- [Requirement] Look through the data below for the line with "finds something wrong.", and transcribe it exactly together with each line after it up to and including the line with "List<Infill> infills, List<Opening>". Give nothing else.

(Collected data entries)
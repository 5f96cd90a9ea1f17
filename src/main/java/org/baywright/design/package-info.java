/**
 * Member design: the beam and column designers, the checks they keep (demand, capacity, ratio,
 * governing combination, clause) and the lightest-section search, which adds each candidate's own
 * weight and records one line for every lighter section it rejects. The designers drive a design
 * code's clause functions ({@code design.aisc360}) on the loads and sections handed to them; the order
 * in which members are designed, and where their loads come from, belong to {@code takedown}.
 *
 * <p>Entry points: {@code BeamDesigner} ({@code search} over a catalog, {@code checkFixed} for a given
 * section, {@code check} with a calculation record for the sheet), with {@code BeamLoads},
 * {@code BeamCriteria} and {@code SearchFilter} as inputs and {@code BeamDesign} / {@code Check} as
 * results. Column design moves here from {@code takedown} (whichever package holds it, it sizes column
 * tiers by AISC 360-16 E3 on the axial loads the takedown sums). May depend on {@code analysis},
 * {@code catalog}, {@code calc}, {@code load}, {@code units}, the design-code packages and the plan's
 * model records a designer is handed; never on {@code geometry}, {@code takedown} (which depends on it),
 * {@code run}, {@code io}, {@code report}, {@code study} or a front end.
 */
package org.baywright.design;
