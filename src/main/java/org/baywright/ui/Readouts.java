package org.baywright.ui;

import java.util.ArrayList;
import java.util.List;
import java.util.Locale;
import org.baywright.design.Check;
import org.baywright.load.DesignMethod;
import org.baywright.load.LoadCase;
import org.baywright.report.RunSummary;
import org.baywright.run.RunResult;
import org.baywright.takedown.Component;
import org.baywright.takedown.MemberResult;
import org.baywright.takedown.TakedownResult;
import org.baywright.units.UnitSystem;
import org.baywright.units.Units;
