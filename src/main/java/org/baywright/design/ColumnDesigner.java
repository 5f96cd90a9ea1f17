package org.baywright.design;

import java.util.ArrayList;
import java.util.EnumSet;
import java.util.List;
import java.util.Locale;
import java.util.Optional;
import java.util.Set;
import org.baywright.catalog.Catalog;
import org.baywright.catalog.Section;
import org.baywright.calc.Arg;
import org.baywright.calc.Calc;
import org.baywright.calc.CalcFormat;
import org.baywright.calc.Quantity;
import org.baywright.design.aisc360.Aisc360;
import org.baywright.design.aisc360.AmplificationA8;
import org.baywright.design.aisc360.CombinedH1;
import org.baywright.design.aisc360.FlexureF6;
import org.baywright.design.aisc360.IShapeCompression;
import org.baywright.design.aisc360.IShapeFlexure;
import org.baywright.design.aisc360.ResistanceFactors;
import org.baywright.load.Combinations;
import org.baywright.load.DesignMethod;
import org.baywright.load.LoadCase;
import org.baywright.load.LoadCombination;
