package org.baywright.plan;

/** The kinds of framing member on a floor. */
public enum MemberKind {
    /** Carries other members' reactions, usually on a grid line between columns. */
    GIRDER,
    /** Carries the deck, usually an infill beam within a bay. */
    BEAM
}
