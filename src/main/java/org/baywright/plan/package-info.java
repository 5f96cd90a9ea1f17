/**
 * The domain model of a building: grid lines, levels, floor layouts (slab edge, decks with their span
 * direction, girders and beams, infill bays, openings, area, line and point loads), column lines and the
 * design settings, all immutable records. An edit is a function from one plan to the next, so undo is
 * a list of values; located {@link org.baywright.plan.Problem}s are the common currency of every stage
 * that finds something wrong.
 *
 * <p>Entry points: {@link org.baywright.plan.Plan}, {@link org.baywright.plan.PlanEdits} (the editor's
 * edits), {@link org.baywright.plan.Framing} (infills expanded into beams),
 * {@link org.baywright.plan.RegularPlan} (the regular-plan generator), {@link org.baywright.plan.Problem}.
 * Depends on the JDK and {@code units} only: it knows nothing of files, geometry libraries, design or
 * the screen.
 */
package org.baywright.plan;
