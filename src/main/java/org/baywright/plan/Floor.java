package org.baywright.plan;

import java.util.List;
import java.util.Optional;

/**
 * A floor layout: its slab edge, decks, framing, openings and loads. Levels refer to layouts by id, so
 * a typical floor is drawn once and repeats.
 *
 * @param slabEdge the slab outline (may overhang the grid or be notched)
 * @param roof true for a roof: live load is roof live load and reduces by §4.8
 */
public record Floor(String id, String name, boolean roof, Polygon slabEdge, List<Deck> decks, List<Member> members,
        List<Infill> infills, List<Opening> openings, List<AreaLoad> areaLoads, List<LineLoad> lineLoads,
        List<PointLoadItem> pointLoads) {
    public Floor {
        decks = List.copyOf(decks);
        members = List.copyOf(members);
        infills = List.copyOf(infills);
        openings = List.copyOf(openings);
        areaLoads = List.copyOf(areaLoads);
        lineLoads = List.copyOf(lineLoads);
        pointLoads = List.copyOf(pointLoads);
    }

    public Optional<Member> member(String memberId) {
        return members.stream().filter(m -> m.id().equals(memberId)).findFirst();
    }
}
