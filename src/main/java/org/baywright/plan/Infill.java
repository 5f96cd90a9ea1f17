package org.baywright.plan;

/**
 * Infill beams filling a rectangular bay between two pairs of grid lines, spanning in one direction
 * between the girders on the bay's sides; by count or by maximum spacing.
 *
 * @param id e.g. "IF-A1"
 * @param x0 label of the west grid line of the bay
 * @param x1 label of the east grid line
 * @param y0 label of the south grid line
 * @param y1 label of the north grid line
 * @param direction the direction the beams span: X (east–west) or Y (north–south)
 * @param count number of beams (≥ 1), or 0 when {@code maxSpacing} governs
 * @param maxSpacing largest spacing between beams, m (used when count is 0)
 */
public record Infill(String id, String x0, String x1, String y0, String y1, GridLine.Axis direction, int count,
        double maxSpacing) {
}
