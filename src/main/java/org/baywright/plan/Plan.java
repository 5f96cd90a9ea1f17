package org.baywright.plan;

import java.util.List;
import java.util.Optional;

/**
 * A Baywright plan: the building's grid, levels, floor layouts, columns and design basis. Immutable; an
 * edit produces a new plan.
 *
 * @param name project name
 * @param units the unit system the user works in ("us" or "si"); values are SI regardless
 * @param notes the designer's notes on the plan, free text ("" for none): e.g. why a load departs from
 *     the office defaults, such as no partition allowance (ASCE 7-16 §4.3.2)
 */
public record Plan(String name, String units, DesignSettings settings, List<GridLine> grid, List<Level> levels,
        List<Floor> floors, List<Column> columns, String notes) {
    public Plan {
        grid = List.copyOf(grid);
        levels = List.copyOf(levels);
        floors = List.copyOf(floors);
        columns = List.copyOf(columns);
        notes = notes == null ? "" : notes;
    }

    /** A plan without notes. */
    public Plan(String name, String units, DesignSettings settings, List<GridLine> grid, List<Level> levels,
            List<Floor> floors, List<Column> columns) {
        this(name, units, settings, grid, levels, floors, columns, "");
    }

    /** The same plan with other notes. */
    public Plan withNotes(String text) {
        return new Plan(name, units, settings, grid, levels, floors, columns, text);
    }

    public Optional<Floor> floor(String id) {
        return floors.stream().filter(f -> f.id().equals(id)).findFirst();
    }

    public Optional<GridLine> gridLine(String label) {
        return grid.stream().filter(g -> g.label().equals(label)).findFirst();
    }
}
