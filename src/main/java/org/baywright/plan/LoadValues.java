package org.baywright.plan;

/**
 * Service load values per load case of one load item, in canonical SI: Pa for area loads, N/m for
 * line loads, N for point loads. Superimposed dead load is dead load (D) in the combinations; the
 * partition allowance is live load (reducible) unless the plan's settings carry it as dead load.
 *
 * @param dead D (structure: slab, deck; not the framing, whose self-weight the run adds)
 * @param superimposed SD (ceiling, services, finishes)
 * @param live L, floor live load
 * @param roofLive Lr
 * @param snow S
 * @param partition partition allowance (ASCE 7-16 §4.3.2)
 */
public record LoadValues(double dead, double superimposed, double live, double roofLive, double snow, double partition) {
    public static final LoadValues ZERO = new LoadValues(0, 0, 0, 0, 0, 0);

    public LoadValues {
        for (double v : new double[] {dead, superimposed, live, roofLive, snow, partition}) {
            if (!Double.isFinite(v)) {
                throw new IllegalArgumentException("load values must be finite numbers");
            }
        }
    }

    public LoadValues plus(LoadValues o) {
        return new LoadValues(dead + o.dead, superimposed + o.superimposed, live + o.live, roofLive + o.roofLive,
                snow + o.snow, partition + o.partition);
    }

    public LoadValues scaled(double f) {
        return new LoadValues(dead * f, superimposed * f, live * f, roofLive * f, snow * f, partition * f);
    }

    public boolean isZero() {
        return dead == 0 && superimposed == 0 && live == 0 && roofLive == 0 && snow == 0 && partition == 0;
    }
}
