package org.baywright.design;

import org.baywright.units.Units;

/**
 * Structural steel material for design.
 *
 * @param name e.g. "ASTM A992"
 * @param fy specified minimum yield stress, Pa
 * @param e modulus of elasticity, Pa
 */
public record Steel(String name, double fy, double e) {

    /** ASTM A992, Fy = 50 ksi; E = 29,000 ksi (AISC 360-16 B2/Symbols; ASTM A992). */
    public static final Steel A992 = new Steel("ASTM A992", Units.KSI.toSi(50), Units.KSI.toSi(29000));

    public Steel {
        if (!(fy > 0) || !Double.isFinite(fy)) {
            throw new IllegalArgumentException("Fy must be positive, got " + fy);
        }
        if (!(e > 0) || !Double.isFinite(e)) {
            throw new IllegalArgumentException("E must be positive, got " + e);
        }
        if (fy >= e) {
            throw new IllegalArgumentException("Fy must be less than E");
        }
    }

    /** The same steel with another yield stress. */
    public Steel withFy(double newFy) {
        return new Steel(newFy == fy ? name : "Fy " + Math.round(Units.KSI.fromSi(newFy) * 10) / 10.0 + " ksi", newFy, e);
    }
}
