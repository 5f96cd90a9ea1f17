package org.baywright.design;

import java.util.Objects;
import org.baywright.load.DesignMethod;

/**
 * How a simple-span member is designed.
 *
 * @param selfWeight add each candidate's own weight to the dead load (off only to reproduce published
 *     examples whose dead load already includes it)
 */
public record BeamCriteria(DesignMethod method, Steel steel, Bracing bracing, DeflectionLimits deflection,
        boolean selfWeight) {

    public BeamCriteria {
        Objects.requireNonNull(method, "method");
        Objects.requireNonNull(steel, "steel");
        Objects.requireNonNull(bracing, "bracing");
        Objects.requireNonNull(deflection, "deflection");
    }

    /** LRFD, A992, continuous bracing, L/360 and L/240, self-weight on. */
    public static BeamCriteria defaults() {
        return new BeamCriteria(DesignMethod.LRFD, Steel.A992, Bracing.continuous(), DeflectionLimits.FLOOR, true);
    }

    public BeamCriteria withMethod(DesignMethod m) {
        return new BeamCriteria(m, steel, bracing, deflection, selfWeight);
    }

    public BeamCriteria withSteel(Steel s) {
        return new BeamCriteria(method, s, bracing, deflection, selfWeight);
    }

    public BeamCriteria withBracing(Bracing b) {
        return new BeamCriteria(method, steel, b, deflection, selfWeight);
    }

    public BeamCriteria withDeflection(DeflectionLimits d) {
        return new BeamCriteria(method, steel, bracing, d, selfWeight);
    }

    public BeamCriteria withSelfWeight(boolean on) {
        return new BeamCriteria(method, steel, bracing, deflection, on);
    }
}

- [Solution for this problem]
 * that finds something wrong.
 *
 * <p>Entry points: {@link org.baywright.plan.Plan}, {@link org.baywright.plan.PlanEdits} (the editor's
 * edits), {@link org.baywright.plan.Framing} (infills expanded into beams),
 * {@link org.baywright.plan.RegularPlan} (the regular-plan generator), {@link org.baywright.plan.Problem}.
 * Depends on the JDK and {@code units} only: it knows nothing of files, geometry libraries, design or
 * the screen.
 */
package org.baywright.plan;
filename src/main/java/org/baywright/plan/Floor.java
package org.baywright.plan;

import java.util.List;
import java.util.Optional;

/**
 * A floor layout: its slab edge, decks, framing, openings and loads. Levels refer to layouts by id, so
 * a typical floor is drawn once and repeats.
 *
 * @param slabEdge the slab outline (may overhang the grid or be notched)
 * @param roof true for a roof: live load is roof live load and reduces by §4.8
 */
public record Floor(String id, String name, boolean roof, Polygon slabEdge, List<Deck> decks, List<Member> members,
        List<Infill> infills, List<Opening> openings, List<AreaLoad> areaLoads, List<LineLoad> lineLoads,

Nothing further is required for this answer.